* _Materials provided_:

"""Invented names (places, people, kinds of space) and the run's label codes."""

from __future__ import annotations

import random

PLACE_A = [
    "Alder",
    "Brack",
    "Cormor",
    "Dunmere",
    "Eskholt",
    "Fenwith",
    "Garrow",
    "Hollin",
    "Ivel",
    "Jessop",
    "Kestle",
    "Larch",
    "Marrow",
    "Nettle",
    "Orrin",
    "Pellow",
    "Quenby",
    "Rooke",
    "Sallow",
    "Tarn",
    "Umber",
    "Vantry",
    "Wexley",
    "Yarrow",
]
PLACE_B = ["Court", "Works", "House", "Yard", "Exchange", "Hall", "Quarter", "Gate", "Mews", "Point", "Row"]
FIRST = [
    "Ada",
    "Bram",
    "Cleo",
    "Dov",
    "Edda",
    "Finn",
    "Gala",
    "Hugo",
    "Ilse",
    "Joss",
    "Kira",
    "Lev",
    "Mira",
    "Nils",
    "Orla",
    "Piet",
    "Rhea",
    "Sten",
    "Tova",
    "Ugo",
    "Vera",
    "Wim",
    "Xan",
    "Yule",
    "Zora",
]
LAST = [
    "Ashdown",
    "Birchley",
    "Crane",
    "Dorrit",
    "Elsworth",
    "Fallow",
    "Greave",
    "Hythe",
    "Ingram",
    "Jolliffe",
    "Kemble",
    "Lorrimer",
    "Moss",
    "Norcott",
    "Oakes",
    "Pryor",
    "Quill",
    "Rathbone",
    "Selwyn",
    "Thorne",
]
SPACE_KINDS = ["office", "classroom", "retail", "conference", "lobby", "library"]
LABEL_ALPHABET = "23456789ABCDEFGHJKMNPQRSTUVWXYZ"  # as inventory.models.LABEL_ALPHABET


class LabelCodes:
    """Label codes from the seeded generator, unique across the whole run."""

    def __init__(self, rng: random.Random):
        self.rng = rng
        self.seen: set[str] = set()

    def new(self, prefix: str) -> str:
        while True:
            code = prefix + "".join(self.rng.choice(LABEL_ALPHABET) for _ in range(6))
            if code not in self.seen:
                self.seen.add(code)
                return code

* _Problem statement_: For every line in the listing above that contains "seen", copy that line.

* _Your response_:
        self.seen: set[str] = set()
            if code not in self.seen:
                self.seen.add(code)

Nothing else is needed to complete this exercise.